# [Exercise]
Look below for the line that has "ceilingAreaFt2: number;". Set down the lines from there through the line that has "number; fFactor: number;", exactly as written.

***** Record set *****

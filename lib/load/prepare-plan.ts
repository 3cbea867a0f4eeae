/**
 * Everything about one plan at one site that does not depend on its facing: the envelope, outdoor
 * air, ducts, internal gains and the whole heating load. Prepared once and reused for every
 * facing (the cache matches plan and site by object identity).
 */
import { prepareAir, type PreparedAir } from "./air";
import { prepareDucts, type PreparedDucts } from "./duct-setup";
import { prepareEnvelope, type PreparedEnvelope } from "./envelope";
import type { PlanInput } from "./input";
import { internalGains, occupantsOf } from "./internal-gains";
import { HEATING_COMPONENTS, type HeatingResult } from "./results";
import type { PreparedSite } from "./site";
import { prepareStorage, type PreparedStorage } from "./storage";

export interface PreparedPlan {
  plan: PlanInput;
  site: PreparedSite;
  occupants: number;
  volumeFt3: number;
  air: PreparedAir;
  envelope: PreparedEnvelope;
  ducts: PreparedDucts;
  storage: PreparedStorage;
  heating: HeatingResult;
  internal: { sensibleBtuh: number; latentBtuh: number };
  notes: string[];
}

/**
 * Recently prepared plans, matched by object identity and site. A small ring (not a WeakMap:
 * WeakMap entries for many short-lived plans cost more in garbage collection than they save).
 */
const RECENT_PLANS = 64;
const recentPlans: Array<PreparedPlan | undefined> = new Array(RECENT_PLANS);
let recentNext = 0;

export function preparePlan(plan: PlanInput, site: PreparedSite): PreparedPlan {
  for (let i = 0; i < RECENT_PLANS; i++) {
    const hit = recentPlans[i];
    if (hit !== undefined && hit.plan === plan && hit.site === site) return hit;
  }
  const notes: string[] = [...site.notes];
  const occupants = occupantsOf(plan);
  const volumeFt3 = plan.volumeFt3 ?? plan.conditionedFloorAreaFt2 * plan.ceilingHeightFt;
  const air = prepareAir(plan, site, volumeFt3, notes);
  const envelope = prepareEnvelope(plan, site, notes);
  const heating = envelope.heating;
  heating.infiltration = air.heatingInfiltrationBtuh;
  heating.ventilation = air.heatingVentilationBtuh;
  let envelopeHeatBtuh = 0;
  for (const c of HEATING_COMPONENTS) if (c !== "ducts") envelopeHeatBtuh += heating[c];
  const ducts = prepareDucts(plan, site, envelope, envelopeHeatBtuh, notes);
  heating.ducts = ducts.heatingBtuh;
  const gains = internalGains(plan.internalGains, plan.conditionedFloorAreaFt2, occupants);
  const storage = prepareStorage(plan, envelope);

  const prepared: PreparedPlan = {
    plan,
    site,
    occupants,
    volumeFt3,
    air,
    envelope,
    ducts,
    storage,
    heating: {
      totalBtuh: envelopeHeatBtuh + heating.ducts,
      byComponent: heating,
      outdoorF: site.site.heatingOutdoorDbF,
      indoorF: site.site.indoorHeatingF,
      infiltrationCfm: air.heatingInfiltrationCfm,
      atticF: envelope.atticHeatingF,
      garageF: envelope.garageHeatingF,
      basementF: envelope.basementHeatingF,
    },
    internal: { sensibleBtuh: gains.sensibleBtuh, latentBtuh: gains.latentBtuh },
    notes,
  };
  recentPlans[recentNext] = prepared;
  recentNext = (recentNext + 1) % RECENT_PLANS;
  return prepared;
}
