/**
 * The thermal envelope of one plan, prepared once per plan and site: U·A of every surface,
 * buffer-space temperatures (garage, unconditioned basement, attics), the heating load of every
 * surface (steady state, HoF 2021 ch. 17/18 U·A·ΔT) and the facing-independent hourly cooling
 * pieces (floors, foundation walls, garage wall). Facing-dependent solar work is in cooling-day.ts.
 */
import {
  aboveGradeFoundationWallU,
  belowGradeWallU,
  ceilingU,
  floorU,
  roofU,
  slabFFactor,
  ventedRoofDeckUWithoutOutsideFilm,
  wallMassClass,
  wallU,
  type MassClass,
} from "./assemblies";
import { atticAirTemperatureF, SOL_AIR_HO_BTUH_FT2F } from "./attic";
import {
  FACADES,
  type Facade,
  type PlanInput,
  type RoofBaseAssembly,
  type WallBaseAssembly,
  type WallConstruction,
} from "./input";
import type { ComponentLoads, HeatingComponent } from "./results";
import type { PreparedSite } from "./site";
import { slabCoolingBtuh } from "./slab";
import { DEG, hours24 } from "./units";

/**
 * An attached garage, when its temperatures are not entered, is taken at the outdoor air
 * temperature with no sun on the shared wall: the treatment of HoF 2021 ch. 17's example house
 * (Tables 20 and 22, read: the garage wall takes the full outdoor Δt in heating and the shaded-wall
 * cooling factors), which is conservative for heating.
 */

export interface PreparedWindow {
  areaFt2: number;
  uaCool: number;
  shgc: number;
  /** Interior attenuation (IAC) × exterior attenuation: the share of transmitted solar that enters. */
  attenuation: number;
  /** Interior shade present (IAC < 1): transmitted solar is then taken as convective to a larger part. */
  interiorShade: boolean;
  overhangDepthFt: number;
  overhangHeightAboveHeadFt: number;
  windowHeightFt: number;
}

export interface PreparedFacade {
  facade: Facade;
  wallUaCool: number;
  wallBaseId: WallBaseAssembly;
  wallMass: MassClass;
  doorUaCool: number;
  windows: PreparedWindow[];
}

export interface PreparedEnvelope {
  /** Heating load of every surface component, Btu/h (air, ventilation and ducts are added later). */
  heating: ComponentLoads<HeatingComponent>;
  facades: PreparedFacade[];
  attic: {
    kind: PlanInput["attic"]["kind"];
    ceilingAreaFt2: number;
    ceilingUaHeat: number;
    ceilingUaCool: number;
    roofUaHeat: number;
    roofUaCool: number;
    ventilationConductance: number;
    absorptance: number;
    roofBaseId: RoofBaseAssembly;
  };
  vaulted: { uaCool: number; absorptance: number; baseId: RoofBaseAssembly };
  skylight: {
    areaFt2: number;
    uaCool: number;
    shgc: number;
    attenuation: number;
    tiltDeg: number;
    facade: Facade;
  };
  roofTiltDeg: number;
  /** Slab: exposed perimeter and F-factor (heating), floor area and cooling credit (Btu/h, negative). */
  slab: { perimeterFt: number; fFactor: number; areaFt2: number; coolingBtuh: number };
  /** Hourly sensible loads that do not depend on facing, Btu/h. */
  floorsCool: number[];
  foundationWallsCool: number[];
  garageWallCool: number[];
  garageCoolingF: number[];
  garageHeatingF: number;
  basementHeatingF: number | null;
  atticHeatingF: number | null;
}

export function wallOf(plan: PlanInput, facade: Facade): WallConstruction {
  return plan.facades[facade].wall ?? plan.wall;
}

function zeros(): ComponentLoads<HeatingComponent> {
  return {
    walls: 0,
    windows: 0,
    doors: 0,
    ceilings: 0,
    vaultedCeilings: 0,
    skylights: 0,
    floors: 0,
    slab: 0,
    foundationWalls: 0,
    garageWall: 0,
    infiltration: 0,
    ventilation: 0,
    ducts: 0,
  };
}

export function prepareEnvelope(plan: PlanInput, site: PreparedSite, notes: string[]): PreparedEnvelope {
  const s = site.site;
  const ti = s.indoorHeatingF;
  const to = s.heatingOutdoorDbF;
  const dtHeat = ti - to;
  const tic = s.indoorCoolingF;
  const heating = zeros();

  // --- Buffer-space temperatures (heating) -------------------------------------------------
  const garageHeatingF = plan.garage.heatingTemperatureF ?? to;
  const garageCoolingF = hours24();
  for (let h = 0; h < 24; h++) garageCoolingF[h] = plan.garage.coolingTemperatureF ?? site.outdoorF[h];
  if (
    plan.garage.wallAreaFt2 + plan.garage.floorOverAreaFt2 > 0 &&
    plan.garage.heatingTemperatureF === undefined
  ) {
    notes.push(
      "Garage temperatures not entered: the garage is taken at the outdoor temperature, without sun (the handbook example's treatment).",
    );
  }

  const f = plan.foundation;
  const agArea = f.foundationWallAboveGradeAreaFt2;
  const bgArea = f.foundationWallAreaFt2 - agArea;
  const agUHeat =
    f.foundationWallUFactor ?? aboveGradeFoundationWallU(f.foundationWallInsulationR, "heating");
  const agUCool =
    f.foundationWallUFactor ?? aboveGradeFoundationWallU(f.foundationWallInsulationR, "cooling");
  const bgU =
    f.foundationWallUFactor ??
    belowGradeWallU(f.foundationWallInsulationR, f.foundationWallDepthBelowGradeFt);
  const floorUHeat = floorU(f.floor, "still-air", "heating");
  const floorUCool = floorU(f.floor, "still-air", "cooling");

  let basementHeatingF: number | null = null;
  if (f.kind === "unconditioned-basement") {
    const uaFloor = floorUHeat * f.floorAreaFt2;
    const uaAg = agUHeat * agArea;
    const uaBg = bgU * bgArea;
    basementHeatingF =
      f.basementHeatingTemperatureF ??
      (uaFloor + uaAg + uaBg > 0
        ? (uaFloor * ti + uaAg * to + uaBg * site.groundF) / (uaFloor + uaAg + uaBg)
        : ti);
    if (f.basementHeatingTemperatureF === undefined) {
      notes.push(
        `Unconditioned basement at ${basementHeatingF.toFixed(0)} °F in heating (heat balance with a ${site.groundF.toFixed(0)} °F ground estimate).`,
      );
    }
  }

  // --- Facades -------------------------------------------------------------------------------
  const facades: PreparedFacade[] = [];
  for (const facade of FACADES) {
    const fi = plan.facades[facade];
    const wall = wallOf(plan, facade);
    const groups = [fi.window, ...fi.extraWindows].filter((w) => w.areaFt2 > 0);
    let windowAreaFt2 = 0;
    for (const w of groups) windowAreaFt2 += w.areaFt2;
    const netWallFt2 = fi.grossWallAreaFt2 - windowAreaFt2 - fi.doorAreaFt2;
    heating.walls += wallU(wall, "heating") * netWallFt2 * dtHeat;
    heating.doors += fi.doorUFactor * fi.doorAreaFt2 * dtHeat;
    for (const w of groups) heating.windows += w.uFactor * w.areaFt2 * dtHeat;
    facades.push({
      facade,
      wallUaCool: wallU(wall, "cooling") * netWallFt2,
      wallBaseId: wall.baseId,
      wallMass: wallMassClass(wall.baseId),
      doorUaCool: fi.doorUFactor * fi.doorAreaFt2,
      windows: groups.map((w) => ({
        areaFt2: w.areaFt2,
        uaCool: w.uFactor * w.areaFt2,
        shgc: w.shgc,
        attenuation: w.interiorShadingCoefficient * w.exteriorAttenuation,
        interiorShade: w.interiorShadingCoefficient < 1,
        overhangDepthFt: w.overhangDepthFt,
        overhangHeightAboveHeadFt: w.overhangHeightAboveHeadFt,
        windowHeightFt: w.windowHeightFt,
      })),
    });
  }

  // --- Attic, roof, vaulted ceilings, skylights -----------------------------------------------
  const a = plan.attic;
  const roofTiltDeg = Math.atan(a.roofPitchRisePer12In / 12) / DEG;
  const ceilingAreaFt2 =
    a.kind === "none" ? 0 : (a.ceilingAreaFt2 ?? plan.conditionedFloorAreaFt2 / plan.stories);
  // Hip roof of one pitch: roof area = footprint / cos(tilt) (geometry).
  const roofAreaFt2 = ceilingAreaFt2 / Math.cos(roofTiltDeg * DEG);
  const ceilingUaHeat = ceilingU(a.ceiling, "heating") * ceilingAreaFt2;
  const ceilingUaCool = ceilingU(a.ceiling, "cooling") * ceilingAreaFt2;
  let atticHeatingF: number | null = null;
  let roofUaHeat = 0;
  let roofUaCool = 0;
  let ventilationConductance = 0;
  if (a.kind === "vented") {
    atticHeatingF = to; // a vented attic runs at the outdoor temperature in heating
    heating.ceilings = ceilingUaHeat * (ti - atticHeatingF);
    roofUaCool = roofAreaFt2 / (1 / SOL_AIR_HO_BTUH_FT2F + 1 / ventedRoofDeckUWithoutOutsideFilm());
    ventilationConductance = site.sensibleFactor * a.ventilationCfmPerFt2 * ceilingAreaFt2;
  } else if (a.kind === "encapsulated") {
    roofUaHeat = roofU(a.roofDeck, { season: "heating", gypsumCeiling: false }) * roofAreaFt2;
    atticHeatingF = atticAirTemperatureF({
      roofUA: roofUaHeat,
      solAirF: to,
      ceilingUA: ceilingUaHeat,
      roomF: ti,
      ventilationConductanceBtuhF: 0,
      outdoorF: to,
    });
    heating.ceilings = ceilingUaHeat * (ti - atticHeatingF);
    roofUaCool = roofU(a.roofDeck, { season: "cooling", gypsumCeiling: false }) * roofAreaFt2;
  }
  const vc = plan.vaultedCeiling;
  heating.vaultedCeilings =
    roofU(vc.construction, { season: "heating", gypsumCeiling: true }) * vc.areaFt2 * dtHeat;
  const sk = plan.skylights;
  heating.skylights = sk.uFactor * sk.areaFt2 * dtHeat;

  // --- Floors, slab, foundation walls, garage --------------------------------------------------
  const floorsCool = hours24();
  const foundationWallsCool = hours24();
  const garageWallCool = hours24();
  if (f.kind === "vented-crawlspace") {
    heating.floors += floorUHeat * f.floorAreaFt2 * dtHeat; // a vented crawlspace runs at the outdoor temperature in heating
    // Cooling: the crawlspace runs near the daily mean outdoor temperature (our approximation).
    for (let h = 0; h < 24; h++)
      floorsCool[h] += floorUCool * f.floorAreaFt2 * (site.dailyMeanOutdoorF - tic);
  } else if (f.kind === "unconditioned-basement") {
    heating.floors += floorUHeat * f.floorAreaFt2 * (ti - (basementHeatingF ?? ti));
    // Cooling: an unconditioned basement is cooler than the house; no credit is taken.
  } else if (f.kind === "conditioned-basement" || f.kind === "conditioned-crawlspace") {
    heating.foundationWalls += agUHeat * agArea * dtHeat + bgU * bgArea * Math.max(0, ti - site.groundF);
    for (let h = 0; h < 24; h++) foundationWallsCool[h] = agUCool * agArea * (site.outdoorF[h] - tic);
  }
  if (f.floorAreaFt2 > 0 && f.kind !== "vented-crawlspace" && f.kind !== "unconditioned-basement") {
    notes.push(`foundation.floorAreaFt2 is ignored for a ${f.kind} foundation.`);
  }
  const fFactor = f.slabFFactor ?? slabFFactor(f.slabEdgeInsulationR, f.slabEdgeConstruction);
  heating.slab = fFactor * f.slabPerimeterFt * dtHeat;
  const slabAreaFt2 =
    f.slabPerimeterFt > 0 ? (f.slabAreaFt2 ?? plan.conditionedFloorAreaFt2 / plan.stories) : 0;

  const oo = plan.floorOverOutdoors;
  heating.floors += floorU(oo.construction, "outdoors", "heating") * oo.areaFt2 * dtHeat;
  const ooUaCool = floorU(oo.construction, "outdoors", "cooling") * oo.areaFt2;
  const g = plan.garage;
  const gFloorUaHeat = floorU(g.floorOver, "still-air", "heating") * g.floorOverAreaFt2;
  const gFloorUaCool = floorU(g.floorOver, "still-air", "cooling") * g.floorOverAreaFt2;
  heating.floors += gFloorUaHeat * (ti - garageHeatingF);
  const gWallNetFt2 = g.wallAreaFt2 - g.doorAreaFt2;
  const gWallUaHeat = wallU(plan.wall, "heating") * gWallNetFt2 + g.doorUFactor * g.doorAreaFt2;
  const gWallUaCool = wallU(plan.wall, "cooling") * gWallNetFt2 + g.doorUFactor * g.doorAreaFt2;
  heating.garageWall = gWallUaHeat * (ti - garageHeatingF);
  for (let h = 0; h < 24; h++) {
    floorsCool[h] += ooUaCool * (site.outdoorF[h] - tic) + gFloorUaCool * (garageCoolingF[h] - tic);
    garageWallCool[h] = gWallUaCool * (garageCoolingF[h] - tic);
  }

  return {
    heating,
    facades,
    attic: {
      kind: a.kind,
      ceilingAreaFt2,
      ceilingUaHeat,
      ceilingUaCool: a.kind === "none" ? 0 : ceilingUaCool,
      roofUaHeat,
      roofUaCool,
      ventilationConductance,
      absorptance: a.roofSolarAbsorptance,
      roofBaseId: a.roofDeck.baseId,
    },
    vaulted: {
      uaCool: roofU(vc.construction, { season: "cooling", gypsumCeiling: true }) * vc.areaFt2,
      absorptance: vc.roofSolarAbsorptance,
      baseId: vc.construction.baseId,
    },
    skylight: {
      areaFt2: sk.areaFt2,
      uaCool: sk.uFactor * sk.areaFt2,
      shgc: sk.shgc,
      attenuation: sk.interiorShadingCoefficient,
      tiltDeg: sk.tiltDeg,
      facade: sk.facade,
    },
    roofTiltDeg,
    slab: {
      perimeterFt: f.slabPerimeterFt,
      fFactor,
      areaFt2: slabAreaFt2,
      coolingBtuh: slabCoolingBtuh(slabAreaFt2, f.slabFloorCovering),
    },
    floorsCool,
    foundationWallsCool,
    garageWallCool,
    garageCoolingF,
    garageHeatingF,
    basementHeatingF,
    atticHeatingF,
  };
}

*****

# [Exercise result]
    ceilingAreaFt2: number;
    ceilingUaHeat: number;
    ceilingUaCool: number;
    roofUaHeat: number;
    roofUaCool: number;
    ventilationConductance: number;
    absorptance: number;
    roofBaseId: RoofBaseAssembly;
  };
  vaulted: { uaCool: number; absorptance: number; baseId: RoofBaseAssembly };
  skylight: {
    areaFt2: number;
    uaCool: number;
    shgc: number;
    attenuation: number;
    tiltDeg: number;
    facade: Facade;
  };
  roofTiltDeg: number;
  /** Slab: exposed perimeter and F-factor (heating), floor area and cooling credit (Btu/h, negative). */
  slab: { perimeterFt: number; fFactor: number; areaFt2: number; coolingBtuh: number };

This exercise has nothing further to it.